Cases J. 2010 Jan 22;3:35. doi: 10.1186/1757-1626-3-35.
Holoprosencephaly (HPE) is a rare presentation in newborns. It refers to an incomplete or absent division of the prosencephalon or forebrain into distinct cerebral hemispheres.

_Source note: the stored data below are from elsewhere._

@dataclass(frozen=True)
class FitResult:
    """Everything one fit produced. Arrays are in parameter order / point order.

    Attributes
    ----------
    param_names, values, stderr, covariance
        Estimates, their standard uncertainties and the covariance matrix. Held
        (fixed) parameters have stderr 0 and zero rows/columns in the covariance.
    weights
        Normalised robust weight per point, in [0, 1]; 1 = counted fully, 0 where
        excluded (or rejected outright by a redescending loss).
    residuals
        ``y - f(x)`` per point, also for excluded points (so they can be plotted).
    std_residuals
        Residuals divided by ``sigma`` (if given) and by the scale.
    scale
        The residual scale used by the loss (in units of y, or of y/sigma when sigma
        is given). For least squares it is the residual standard deviation s.
    scale_method
        How the scale was obtained ("fixed", "normalised MAD, refined", ...).
    alpha
        Shape of the general/adaptive loss, else None.
    tuning
        Tuning constant of the loss (in units of the scale), None where not used.
    covariance_recipe
        Name of the covariance recipe used (see :mod:`fitcore.uncertainty`).
    converged, message
        Whether the solver converged, and a plain-language message.
    n_used, n_excluded, n_downweighted, dof
        Points used, excluded by the analyst, used with weight < 0.5; degrees of
        freedom ``n_used - n_free_params``.

    ``residuals``, ``std_residuals`` and (least squares) ``weights`` may be given as None:
    they are then computed from ``y``, ``fitted``, ``scale``, ``sigma`` and
    ``excluded`` on first read (the same numbers; a fit of many points holds fewer
    arrays as large as the data until they are asked for).
    """

    model: Model
    loss: str
    param_names: tuple[str, ...]
    values: np.ndarray
    stderr: np.ndarray
    covariance: np.ndarray
    weights: np.ndarray = _PerPoint(_unit_weights)
    residuals: np.ndarray = _PerPoint(_residuals)
    std_residuals: np.ndarray = _PerPoint(_std_residuals)
    fitted: np.ndarray
    x: np.ndarray
    y: np.ndarray
    sigma: np.ndarray | None
    excluded: np.ndarray
    scale: float
    scale_method: str
    alpha: float | None
    tuning: float | None
    covariance_recipe: str
    converged: bool
    message: str
    n_used: int
    n_excluded: int
    n_downweighted: int
    dof: int
    fixed: dict = field(default_factory=dict)
    n_iter: int = 0
    objective: float = float("nan")
    sigma_mode: str = "none"  # "none", "absolute", "relative"
    rss: float = float("nan")
    alpha_stderr: float | None = None
    info: dict[str, Any] = field(default_factory=dict)
    #: Student t quantiles computed so far, by ``(dof, probability)`` (see :meth:`t_ppf`);
    #: they travel with a result sent between processes, so the window showing a fit its
    #: analysis process made needs no scipy.special for its intervals (issue 12)
    t_quantiles: dict = field(default_factory=dict, repr=False, compare=False)

    # ------------------------------------------------------------------ access
    def __getitem__(self, name: str) -> float:
        return float(self.values[self.param_names.index(name)])

    def as_dict(self) -> dict[str, float]:
        return {n: float(v) for n, v in zip(self.param_names, self.values)}

    @property
    def free(self) -> np.ndarray:
        """Boolean mask of parameters that were fitted (not held)."""
        return np.array([n not in self.fixed for n in self.param_names])

    @property
    def correlation(self) -> np.ndarray:
        """Correlation matrix of the estimates (NaN rows for held parameters)."""
        se = np.sqrt(np.diag(self.covariance))
        with np.errstate(invalid="ignore", divide="ignore"):
            r = self.covariance / np.outer(se, se)
        return r

    def _one_sided_pull(self) -> str:
        """A warning when a monotone robust loss (family "monotone" in the loss registry
        ``fitcore.losses.LOSSES``: Huber, pseudo-Huber, L1) down-weights points that lie
        mostly on one side of the curve, else "".

        Such a loss still pulls the fit toward every outlier with a bounded force, so
        one-sided outliers shift it by about (excess on one side) x tuning x scale / n,
        while the uncertainties shrink as 1/sqrt(n): the bias in standard errors grows
        as excess / sqrt(n). The warning is given when the excess is at least sqrt(n)
        and at least 70 % of the down-weighted points (our thresholds).
        """
        entry = LOSSES.get(self.loss)
        if self.loss == "l2" or entry is None or entry.family != "monotone":
            return ""
        used = ~self.excluded & np.isfinite(self.residuals)
        if self.loss == "l1":
            with np.errstate(all="ignore"):
                far = used & (np.abs(self.std_residuals) > 2.0)
        else:
            far = used & (self.weights < 0.5)
        m = int(far.sum())
        if m == 0:
            return ""
        above = int(np.sum(self.residuals[far] > 0))
        below = m - above
        excess = abs(above - below)
        if excess < 0.7 * m or excess < np.sqrt(max(self.n_used, 1)):
            return ""
        return (f"{m} down-weighted points lie {above} above and {below} below the curve: "
                f"a monotone loss ({entry.title}) still pulls the fit toward one-sided "
                f"outliers, a bias that grows against the uncertainties with the number of "
                f"points; a redescending loss ({LOSSES['tukey'].title}, {LOSSES['welsch'].title}) "
                f"gives them no pull")

    #: the adaptive loss's majority warning counts only points this many robust
    #: standard deviations (normalised MAD of the standardised residuals) off the curve
    FAR_MADS = 2.5

    def _majority_count(self) -> tuple[int, str]:
        """How many used points the majority warning counts, and the words that say how.

        Under the fixed-shape losses the tuning constant ties the weights to a
        consistent scale, so "weight below 0.5" means 2.4 to 3.5 scales off the curve.
        The adaptive loss has no such constant: its scale c is the shape's own width,
        and near alpha = 0 (the usual answer with a few gross outliers) points 1.4 c off
        already count less than half, which was half of a clean line with one to three
        outliers (the warning fired in 15 to 23 of 30 such fits). There a point counts
        only when it also lies beyond FAR_MADS robust standard deviations."""
        if self.loss != "adaptive":
            return int(self.n_downweighted), ""
        used = ~np.asarray(self.excluded, bool) & np.isfinite(self.std_residuals)
        z = np.abs(np.asarray(self.std_residuals, float)[used])
        w = np.asarray(self.weights, float)[used]
        spread = mad(z)
        if not np.isfinite(spread):
            return int(self.n_downweighted), ""
        far = (w < 0.5) & (z > self.FAR_MADS * spread)
        return int(far.sum()), (f" and lie beyond {self.FAR_MADS:g} robust standard deviations "
                                f"(normalised MAD of the residuals) from the curve")

    @property
    def warnings(self) -> tuple[str, ...]:
        """Plain sentences on signs that this fit should not be trusted as it stands.

        A converged fit can still be a poor one. Checked here (common practice; the
        thresholds are ours):

        * a robust loss counted more than a quarter of the used points less than half
          (for the adaptive loss, whose weights run lower, only the points that also lie
          far from the curve: :meth:`_majority_count`): a robust fit assumes most points
          follow the model;
        * two fitted parameters of a nonlinear model correlate beyond 0.999: the data
          do not tell them apart (the model may have more freedom than the data
          support, or may not suit them);
        * a fitted parameter ended on a bound of the model (e.g. a time constant at 0).
        """
        out: list[str] = []
        robust = self.loss not in ("l2",)
        if robust and self.n_used > 0:
            m, where = self._majority_count()
            share = m / self.n_used
            if share > 0.25:
                out.append(
                    f"{m} of {self.n_used} used points ({100 * share:.0f} %) "
                    f"count less than half{where}: a robust fit assumes that most points "
                    f"follow the model; check the model and the data before relying on it"
                )
        one_sided = self._one_sided_pull()
        if one_sided:
            out.append(one_sided)
        free = np.flatnonzero(self.free)
        if not self.model.is_linear and free.size >= 2:
            rho = self.correlation
            worst, pair = 0.0, None
            for a in range(free.size):
                for b in range(a + 1, free.size):
                    v = rho[free[a], free[b]]
                    if np.isfinite(v) and abs(v) > max(worst, 0.999):
                        worst, pair = abs(v), (free[a], free[b], v)
            if pair is not None:
                i, j, v = pair
                out.append(
                    f"{self.param_names[i]} and {self.param_names[j]} are almost "
                    f"interchangeable (correlation {v:+.4f}): the data do not determine "
                    f"them separately; a simpler model may suit these data better"
                )
        lo, hi = np.asarray(self.model.lower, float), np.asarray(self.model.upper, float)
        for i in free:
            v = float(self.values[i])
            for b, side in ((lo[i], "lower"), (hi[i], "upper")):
                if np.isfinite(b) and abs(v - b) <= 1e-11 * abs(b) + 1e-290:
                    out.append(
                        f"{self.param_names[i]} ended on its {side} bound ({b:g}): the best "
                        f"fit wants a value the model does not allow, so the model may not "
                        f"suit these data, or the start values were far off"
                    )
        return tuple(out)

    def t_quantile(self, level: float = 0.95) -> float:
        """Two-sided Student t quantile with ``dof`` degrees of freedom."""
        if self.dof <= 0:
            return float("nan")
        return self.t_ppf(0.5 + level / 2.0)

    def t_ppf(self, p: float) -> float:
        """The Student t quantile at probability ``p`` with ``dof`` degrees of freedom
        (what ``scipy.stats.t.ppf(p, dof)`` gives), remembered in :attr:`t_quantiles`."""
        key = (int(self.dof), float(p))
        t = self.t_quantiles.get(key)
        if t is None:
            # scipy.special.stdtrit is the quantile scipy.stats.t.ppf evaluates; importing
            # it avoids loading all of scipy.stats (about a second) on the way to a fit
            t = self.t_quantiles[key] = float(special.stdtrit(self.dof, p))
        return t

    def intervals(self, level: float = 0.95) -> np.ndarray:
        """Confidence intervals ``value -/+ t * stderr``; shape (k, 2)."""
        t = self.t_quantile(level)
        return np.column_stack([self.values - t * self.stderr, self.values + t * self.stderr])

    # ------------------------------------------------------------------ curves
    def predict(self, x) -> np.ndarray:
        """Model values at ``x`` with the fitted parameters."""
        return self.model.f(np.asarray(x, dtype=float), self.values)

    def band(self, x, level: float = 0.95, kind: str = "confidence", sigma_new=None):
        """Pointwise confidence band of the fitted curve (delta method).

        Returns ``(lower, upper)``: ``f(x) -/+ t * sqrt(g^T C g)`` with ``g`` the model
        gradient at x and t the Student quantile with ``dof`` degrees of freedom.
        ``kind="prediction"`` adds the variance of one new measurement at x, in y
        units: ``scale^2`` without sigma; with sigma, ``sigma_new^2`` when the sigma
        were absolute and ``(scale * sigma_new)^2`` when relative. ``sigma_new`` (a
        number or one per x) is the new measurement's sigma; by default the median
        sigma of the used points.
        """
        x = np.asarray(x, dtype=float)
        yhat = self.predict(x)
        J = np.asarray(self.model.jac(x, self.values), dtype=float).reshape(x.size, -1)
        var = np.einsum("ij,jk,ik->i", J, self.covariance, J)
        var = np.maximum(var, 0.0)
        if kind == "prediction":
            if self.sigma is None:
                var = var + self.scale**2
            else:
                if sigma_new is None:
                    used = ~np.asarray(self.excluded, dtype=bool)
                    sig_used = np.asarray(self.sigma, dtype=float)[used]
                    sig_used = sig_used[np.isfinite(sig_used)]
                    sigma_new = float(np.median(sig_used)) if sig_used.size else float("nan")
                sn = np.broadcast_to(np.asarray(sigma_new, dtype=float), x.shape)
                factor = 1.0 if self.sigma_mode == "absolute" else self.scale**2
                var = var + factor * sn**2
        elif kind != "confidence":
            raise ValueError("kind must be 'confidence' or 'prediction'")
        half = self.t_quantile(level) * np.sqrt(var)
        return yhat - half, yhat + half

    def derived_values(self):
        """Derived quantities: list of (name, value, standard uncertainty, Derived)."""
        out = []
        for d in self.model.derived:
            v = float(d.func(self.values))
            g = np.asarray(d.grad(self.values), dtype=float)
            u = float(np.sqrt(max(g @ self.covariance @ g, 0.0)))
            out.append((d.name, v, u, d))
        return out

    def summary(self) -> str:
        """A short plain-text summary (the report module has the full formats)."""
        lines = [f"model: {self.model.title or self.model.name}   loss: {self.loss}"]
        for n, v, s in zip(self.param_names, self.values, self.stderr):
            held = "  (held)" if n in self.fixed else ""
            lines.append(f"  {n} = {v:.10g}  (u = {s:.3g}){held}")
        lines.append(
            f"n used {self.n_used}, excluded {self.n_excluded}, down-weighted "
            f"{self.n_downweighted}, dof {self.dof}, scale {self.scale:.6g} "
            f"({self.scale_method})"
        )
        lines.append(f"covariance: {self.covariance_recipe}; {self.message}")
        return "\n".join(lines)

A preterm baby girl, first of dizygotic twins, born at 26 weeks of gestation to a 45 year old mother, was prenatally diagnosed with ventriculomegaly on fetal ultrasonogram. At birth the baby had frontal bossing with sun setting eyes and a full anterior fontanel. Initial head ultra-sonography (HUS) showed ventriculomegaly and semilobar holoprosencephaly, which was confirmed by computed tomography scan. Subsequently, the baby developed hydrocephalus that progressively increased. Eventually, the cerebrospinal fluid required drainage and a ventriculo-peritoneal shunt was placed.
Holoprosencephaly has heterogeneous etiologies, including teratogenic and or a genetic basis. It is prudent to diagnose holoprosencephaly prenatally and determine the type to classify severity, complications and survival rate. It is also important to recognize that even with monozygotic twins only one twin may have HPE. The parents of a baby diagnosed with holoprosencephaly should be counseled about the poor prognosis.
前脑无裂畸形(HPE)在新生儿中较为罕见。它指的是前脑或端脑未能完全或完全未分裂为不同的脑半球。
一名早产女婴,为双卵双胞胎中的老大,孕26周时由一位45岁母亲产下,产前超声检查诊断为脑室扩大。出生时,婴儿有前额突出、落日眼和前囟饱满。最初的头部超声检查(HUS)显示脑室扩大和半侧脑叶型前脑无裂畸形,计算机断层扫描予以证实。随后,婴儿出现进行性加重的脑积水。最终,需要进行脑脊液引流并置入脑室-腹腔分流管。
前脑无裂畸形有多种病因,包括致畸因素和/或遗传基础。产前诊断前脑无裂畸形并确定类型以对严重程度、并发症和存活率进行分类是谨慎之举。同样重要的是要认识到,即使是单卵双胞胎,也可能只有一个患有HPE。对于被诊断为前脑无裂畸形的婴儿的父母,应告知其预后不良。